Rep. Barney Frank, chairman of the powerful House Financial Services Committee, says that Fannie Mae and Freddie Mac need an overhaul, and if they can’t or won’t get it, then it’s time to shut both down. But what is his proposal and what could it mean to government-backed mortgage funding?
No doubt about it, Frank is right in the middle of the debate over the government’s role in the massive economic meltdown we’re experiencing. Supporters see Frank as an advocate of reform over an out-of-control Wall Street. Critics point out that Frank took a hands-off policy on loose mortgage lending rules that put millions of Americans into homes they couldn’t afford.
Whatever the take, Frank isn’t shy about the federal government’s role in changing the economic landscape to reduce the chance (he hopes) of another collapse in the U.S. economy.

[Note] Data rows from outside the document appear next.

package kit

import (
	"fmt"
	"io"

	"coilwright/cam/preview"
	"coilwright/cam/stl"
	"coilwright/cam/threemf"
	"coilwright/jig/mesh"
)

// writeFormer meshes the winding former and writes former.stl, former.3mf
// and former.png. The mesh is checked to be closed and consistently
// oriented before anything is written. A former larger than the spec's
// print volume is not made; the design carries a former-size warning.
func (k *Kit) writeFormer(out Sink) error {
	s := k.Source.Spec
	if k.split != nil {
		return k.writeSections(out)
	}
	if !k.Former.FitsPrinter {
		return nil
	}
	f, err := k.Former.Former()
	if err != nil {
		return err
	}
	m, err := f.Mesh(s.Former.ToleranceMM)
	if err != nil {
		return err
	}
	if _, err := mesh.CheckMesh(m, mesh.CheckOptions{Genus: f.Genus}); err != nil {
		return fmt.Errorf("former mesh: %w", err)
	}
	header := stlHeader("coilwright former: " + s.Kit)
	if err := out.Add("former.stl", func(w io.Writer) error {
		return stl.WriteSTL(w, m, stl.STLOptions{Header: header})
	}); err != nil {
		return err
	}
	if err := out.Add("former.3mf", func(w io.Writer) error {
		return threemf.Write3MF(w, m, threemf.ThreeMFOptions{Name: s.Kit})
	}); err != nil {
		return err
	}
	return out.Add("former.png", func(w io.Writer) error {
		return preview.WritePreview(w, m, preview.PreviewOptions{})
	})
}

// stlHeader cuts text to the 80 bytes an STL header holds without
// splitting a character.
func stlHeader(text string) string {
	if len(text) <= 80 {
		return text
	}
	n := 0
	for i := range text {
		if i > 80 {
			break
		}
		n = i
	}
	return text[:n]
}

Case in point: Earlier this year Frank came out with a surprising statement — that the two major government mortgage lending bodies, Fannie Mae (Stock Quote: FNM) and Freddie Mac (Stock Quote: FRE) should be shut down.
"The remedy here is ... as I believe this committee will be recommending, abolishing Fannie Mae and Freddie Mac in their current form and coming up with a whole new system of housing finance," said Frank on Jan. 22. “That’s the approach, rather than a piecemeal one,” he added.
That’s quite a statement coming from the chairman of the House Financial Services Committee. Right now, Fannie and Freddie either own or guarantee about 50% of a whopping $11 trillion in U.S. home mortgages. But the taxpayer-funded lending institutions are in poor economic health, supported by $110 billion in taxpayer aid in 2008 and 2009. According to The Wall Street Journal, both agencies combine to hold $5.4 trillion in mortgage bonds and another $1.7 trillion in unsecured corporate debt. But Fannie Mae has lost more than $120 billion in the past two years and Freddie Mac isn’t far behind — it has lost $67 billion over the same period.